How, I had wondered—an undergraduate led to W. S. Merwin’s The Lice by my teachers Marcia Southwick and Larry Levis at the University of Missouri (it must have been 1979)—does one redeem a tired, conventional lyric subject like longing? The premise of “When You Go Away,” is familiar: when the lover is separated from the beloved, the order of the world changes. Given the limits of this conventional subject, how did Merwin make a thing both faithful to its convention and new? I found an answer to my question in the complexity of the poem’s final lines: “my words are the garment of what I shall never be / Like the tucked sleeve of a one-armed boy.”
In the line preceding those last two, the lover recalls that he is “the reason,” but the reason for what? The beloved’s departure and present absence? The lover addresses the absent beloved, but absent, how can he be heard? His words are a “garment,” but what is their function? Do they shelter the body? Do they ornament the body? Do they cloak and conceal the body? Do they wrap and reveal the body?
Then, in the second half of that penultimate line, the garment metaphor is modified, and while the metaphor becomes more specified by that modification, it becomes more various and tangled as well: “my words are the garment of what I shall never be.” The speaker’s words clothe a future negation, not so much of the beloved’s absence, which thus far has been the subject of the poem, but of what the self—the lover—will not achieve. What is that? I do not know, and when I think the next and final line will answer all the above questions, it instead adds to them.

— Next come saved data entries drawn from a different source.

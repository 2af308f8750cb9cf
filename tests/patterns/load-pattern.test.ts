import { readFileSync } from 'node:fs';
import { join } from 'node:path';
import { describe, expect, it } from 'vitest';
import { PatternFileError, loadPattern } from '@/features/patterns/load-pattern';

const text = readFileSync(join(import.meta.dirname, '../../content/patterns/tray.json'), 'utf8');
function messageOf(changed: string): string {
  try {
    loadPattern('content/patterns/tray.json', changed);
    return '';
  } catch (error) {
    return error instanceof PatternFileError ? error.message : String(error);
  }
}
/** As far as these tests spoil it; fields are taken out and misspelt on purpose. */
interface Spoilt {
  slug: string;
  group?: string;
  measures: { name: string; formula?: string }[];
  pieces: { colums?: unknown; cells: string[][]; tabs: { cells: string[] }[] }[];
  fits: { left: string }[];
}
const changedBy = (change: (pattern: Spoilt) => void): string => {
  const pattern = JSON.parse(text) as Spoilt;
  change(pattern);
  return messageOf(JSON.stringify(pattern));
};

describe('a pattern file', () => {
  it('loads when it is sound', () => {
    expect(loadPattern('content/patterns/tray.json', text).model.pieces.map(({ def }) => def.name)).toContain('Tray');
  });
  it.each<[string, string, string]>([
    [
      'a formula with an unknown name',
      changedBy((p) => {
        p.measures.find(({ name }) => name === 'corner tab')!.formula = 'min(inside hight, inside length)';
      }),
      'measure “corner tab”: No measure is called “inside hight”. The nearest name is “inside height”.',
    ],
    [
      'a field that we do not know',
      changedBy((p) => {
        p.pieces[0]!.colums = [];
      }),
      'pieces → 1: A field called “colums”. The nearest is “columns”.',
    ],
    [
      'a missing field',
      changedBy((p) => {
        delete p.group;
      }),
      'group: Nothing. Add it.',
    ],
    [
      'a row with too few cells',
      changedBy((p) => {
        p.pieces[0]!.cells[1]!.pop();
      }),
      'piece “Tray”, row 2: 2 cells. Give every row one cell for every column.',
    ],
    [
      'a cell of no kind',
      changedBy((p) => {
        p.pieces[0]!.cells[1]![1] = 'flor floor';
      }),
      'piece “Tray”, row 2, column 2: The cell “flor floor”. Write it like “panel floor” or “tab left on floor”.',
    ],
    [
      'a tab shape for no cell',
      changedBy((p) => {
        p.pieces[0]!.tabs[0]!.cells = ['cornr 1'];
      }),
      'piece “Tray”, tabs 1: No cell is called “cornr 1”. The nearest name is “corner 1”.',
    ],
    [
      'a name that is used twice',
      changedBy((p) => {
        p.measures[1]!.name = 'inside length';
      }),
      'measure “inside length”: Two things are called “inside length”. Rename one of them.',
    ],
    [
      'another slug than the file',
      changedBy((p) => {
        p.slug = 'dish';
      }),
      'slug: “dish”. Write “tray”, or rename the file.',
    ],
    ['broken JSON', messageOf(`${text.slice(0, 300)}`), 'the file: '],
  ])('with %s is refused by file, place and cure', (_, message, line) => {
    expect(message.startsWith('content/patterns/tray.json cannot be used:\n')).toBe(true);
    expect(message).toContain(`  ${line}`);
  });
  it('reports every fault at once', () => {
    const message = changedBy((p) => {
      p.measures[4]!.formula = 'nothing';
      p.fits[0]!.left = 'inside length + 2';
    });
    expect(message.split('\n')).toHaveLength(3);
  });
});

The metaphor of the word-garment is further modified by a simile: “my words are the garment of what I shall never be / Like the tucked sleeve of a one-armed boy.”

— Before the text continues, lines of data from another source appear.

import { atom, computed, type ReadableAtom } from 'nanostores';
import {
  cleanName,
  compilePattern,
  evaluate,
  keyOf,
  renamedBack,
  type Model,
  type Pattern,
  type Rename,
  type Result,
  type Sizing,
} from '@/engine';
import { litBy, type Lit } from '@/features/projects/followers';
import { begin, edit, rebase, redo, settle, undo, type History } from '@/features/projects/history';
import { mergeParts } from '@/features/projects/merge';
import type { OpenProject, ProjectState } from '@/features/projects/project';
import { proofList, type ProofItem } from '@/features/projects/proof';
import { renameInProject, type RenamedPlaces } from '@/features/projects/rename';
import type { WriteUp } from '@/writeup/document';
import type { LiveFigures } from '@/writeup/live';
import { renameInWriteUp } from '@/writeup/rename';
import { sameState } from '../saving/same-state';

/** Everything but the write-up, which has an undo of its own. */
export type Draft = Omit<ProjectState, 'writeUp'>;

export interface Work {
  readonly compiled: Result<Model>;
  /** At the author's size; the last good figures while the pattern does not read, null when there never were any. */
  readonly live: LiveFigures | null;
  /** `live` is older than what is typed. */
  readonly stale: boolean;
}

export interface DeskStore {
  readonly $history: ReadableAtom<History<Draft>>;
  readonly $draft: ReadableAtom<Draft>;
  readonly $writeUp: ReadableAtom<WriteUp>;
  readonly $state: ReadableAtom<ProjectState>;
  readonly $work: ReadableAtom<Work>;
  /** What the editor shows its figures from. */
  readonly $live: ReadableAtom<LiveFigures | null>;
  readonly $proof: ReadableAtom<readonly ProofItem[]>;
  /** A size that is only shown, as when a slider plays; null while the author's own is. */
  readonly $played: ReadableAtom<Sizing | null>;
  readonly $selected: ReadableAtom<string | null>;
  readonly $lit: ReadableAtom<Lit | null>;
  /** The same as names: the selected one, then its followers. */
  readonly $litNames: ReadableAtom<readonly string[]>;
  /** Raised when the whole state was replaced and the editor must begin anew. */
  readonly $generation: ReadableAtom<number>;
  /** The write-up after names in it were last changed from outside the editor, which takes them over. */
  readonly $renamed: ReadableAtom<WriteUp | null>;
  /** The write-up after another's changes came into it from outside the editor, which takes them over. */
  readonly $merged: ReadableAtom<WriteUp | null>;
  /** Edits of one `field` in a row are one step back. */
  edit(field: string | null, change: (draft: Draft) => Draft): void;
  editPattern(field: string | null, change: (pattern: Pattern) => Pattern): void;
  editSizing(field: string | null, change: (sizing: Sizing) => Sizing): void;
  /** Renames in the pattern, the author's size and the write-up at once; undone and done again in all three too. */
  rename(rename: Rename): Result<RenamedPlaces>;
  /** Shows a size without changing the author's own; the next edit ends it. */
  play(sizing: Sizing | null): void;
  settle(): void;
  undo(): void;
  redo(): void;
  setWriteUp(writeUp: WriteUp): void;
  replace(state: ProjectState): void;
  /** Takes over a state that holds what is here and another's changes: undo goes on taking back only what was done here. */
  takeMerged(state: ProjectState): void;
  select(name: string | null): void;
}

const draftOf = ({ title, summary, minutes, hero, pattern, sizing }: ProjectState): Draft => ({
  title,
  summary,
  minutes,
  hero,
  pattern,
  sizing,
});

/** The one place where the desk's columns meet: what is typed, what follows from it, and what is selected. */
export function createDeskStore(project: OpenProject): DeskStore {
  const $history = atom(begin(draftOf(project.state)));
  const $writeUp = atom(project.state.writeUp);
  const $selected = atom<string | null>(null);
  const $generation = atom(0);
  const $renamed = atom<WriteUp | null>(null);
  const $merged = atom<WriteUp | null>(null);
  /** The drafts that a rename made, each with the one that it was made from. */
  const renames = new WeakMap<Draft, { readonly before: Draft; readonly rename: Rename }>();
  const $draft = computed($history, (history) => history.present);
  const $state = computed([$draft, $writeUp], (draft, writeUp): ProjectState => ({ ...draft, writeUp }));

  const work = createWork();
  // The state that is opened counts as good, whether or not anything has looked at its figures before it is changed.
  work(project.state.pattern, project.state.sizing);
  const $played = atom<Sizing | null>(null);
  const $work = computed([$draft, $played], (draft, played) => work(draft.pattern, played ?? draft.sizing));
  const $live = computed($work, (now) => now.live);
  /** What is wrong is told of the author's own size: while another is played it stands as it was. */
  let proof: readonly ProofItem[] = [];
  const $proof = computed([$state, $work, $played], (state, now, played) => {
    if (played === null)
      proof = proofList(state, { compiled: now.compiled, figures: now.stale ? undefined : now.live?.figures });
    return proof;
  });
  const $lit = computed([$selected, $draft], (selected, draft) =>
    selected === null ? null : litBy(draft.pattern, selected),
  );

  const $litNames = computed($lit, (lit): readonly string[] => (lit === null ? [] : [lit.selected, ...lit.followers]));

  const takeNames = (writeUp: WriteUp, { what, from, to }: Rename) => {
    const selected = $selected.get();
    if ((what === 'measure' || what === 'choice') && selected !== null && keyOf(selected) === keyOf(from))
      $selected.set(to);
    $writeUp.set(writeUp);
    $renamed.set(writeUp);
  };
  /** Undo and redo leave the write-up alone, except that its names go with the pattern's. */
  const step = (move: (history: History<Draft>) => History<Draft>) => {
    const was = $draft.get();
    $history.set(move($history.get()));
    const now = $draft.get();
    const [back, forth] = [renames.get(was), renames.get(now)];
    const rename = back?.before === now ? renamedBack(back.rename) : forth?.before === was ? forth.rename : undefined;
    if (rename === undefined) return;
    const writeUp = $writeUp.get();
    const doc = renameInWriteUp(writeUp.doc, rename);
    takeNames(doc.ok ? { ...writeUp, doc: doc.value } : writeUp, rename);
  };

  const store: DeskStore = {
    $history,
    $draft,
    $writeUp,
    $state,
    $work,
    $live,
    $proof,
    $played,
    $selected,
    $lit,
    $litNames,
    $generation,
    $renamed,
    $merged,
    edit(field, change) {
      $played.set(null);
      $history.set(edit($history.get(), change($history.get().present), field));
    },
    play: (sizing) => $played.set(sizing),
    editPattern: (field, change) => store.edit(field, (draft) => ({ ...draft, pattern: change(draft.pattern) })),
    editSizing: (field, change) => store.edit(field, (draft) => ({ ...draft, sizing: change(draft.sizing) })),
    rename(given) {
      const rename = { ...given, to: cleanName(given.to) };
      const renamed = renameInProject($state.get(), rename);
      if (!renamed.ok) return renamed;
      const { state, places } = renamed.value;
      const [before, after] = [$draft.get(), draftOf(state)];
      renames.set(after, { before, rename });
      $history.set(edit($history.get(), after));
      takeNames(state.writeUp, rename);
      return { ok: true, value: places };
    },
    settle: () => $history.set(settle($history.get())),
    undo: () => step(undo),
    redo: () => step(redo),
    setWriteUp: (writeUp) => $writeUp.set(writeUp),
    replace(state) {
      $history.set(edit($history.get(), draftOf(state)));
      $writeUp.set(state.writeUp);
      $generation.set($generation.get() + 1);
    },
    takeMerged(state) {
      const [base, writeUp] = [$history.get().present, state.writeUp];
      const carry = (draft: Draft) =>
        draftOf(mergeParts({ base: { ...base, writeUp }, mine: { ...draft, writeUp }, other: state }).state);
      if (!sameState(base, draftOf(state))) $history.set(rebase($history.get(), draftOf(state), carry));
      if (sameState($writeUp.get(), writeUp)) return;
      $writeUp.set(writeUp);
      $merged.set(writeUp);
    },
    select: (name) => $selected.set(name),
  };
  return store;
}

/** Works a pattern out, no more often than it changes, and keeps the last figures that were good. */
function createWork(): (pattern: Pattern, sizing: Sizing) => Work {
  let pattern: Pattern | null = null;
  let sizing: Sizing | null = null;
  let last: Work | null = null;
  let good: LiveFigures | null = null;
  return (nextPattern, nextSizing) => {
    if (last !== null && pattern === nextPattern && sizing === nextSizing) return last;
    const compiled = last !== null && pattern === nextPattern ? last.compiled : compilePattern(nextPattern);
    pattern = nextPattern;
    sizing = nextSizing;
    if (compiled.ok) good = { model: compiled.value, figures: evaluate(compiled.value, nextSizing) };
    last = { compiled, live: good, stale: !compiled.ok };
    return last;
  };
}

In what way are his words, which are garments, like the garment that is “the tucked sleeve of a one-armed boy”? Are his words meant to expose or hide a lack? Is the tucked sleeve an image of what fails to fill it—the boy’s missing arm? Or is the sleeve, tucked, not dangling, an attempt not to call attention to that which is missing—the phantom limb that feels but is not there? These are the sorts of questions I was asking myself when I first came upon the poem and the intricacy of this image. I am still asking them. But I realized then that it is the marriage of convention with the particular and peculiar vision of an individual poet that can redeem the conventional from all its previous iterations, that one must not avoid the conventional, but play one’s individual changes upon it.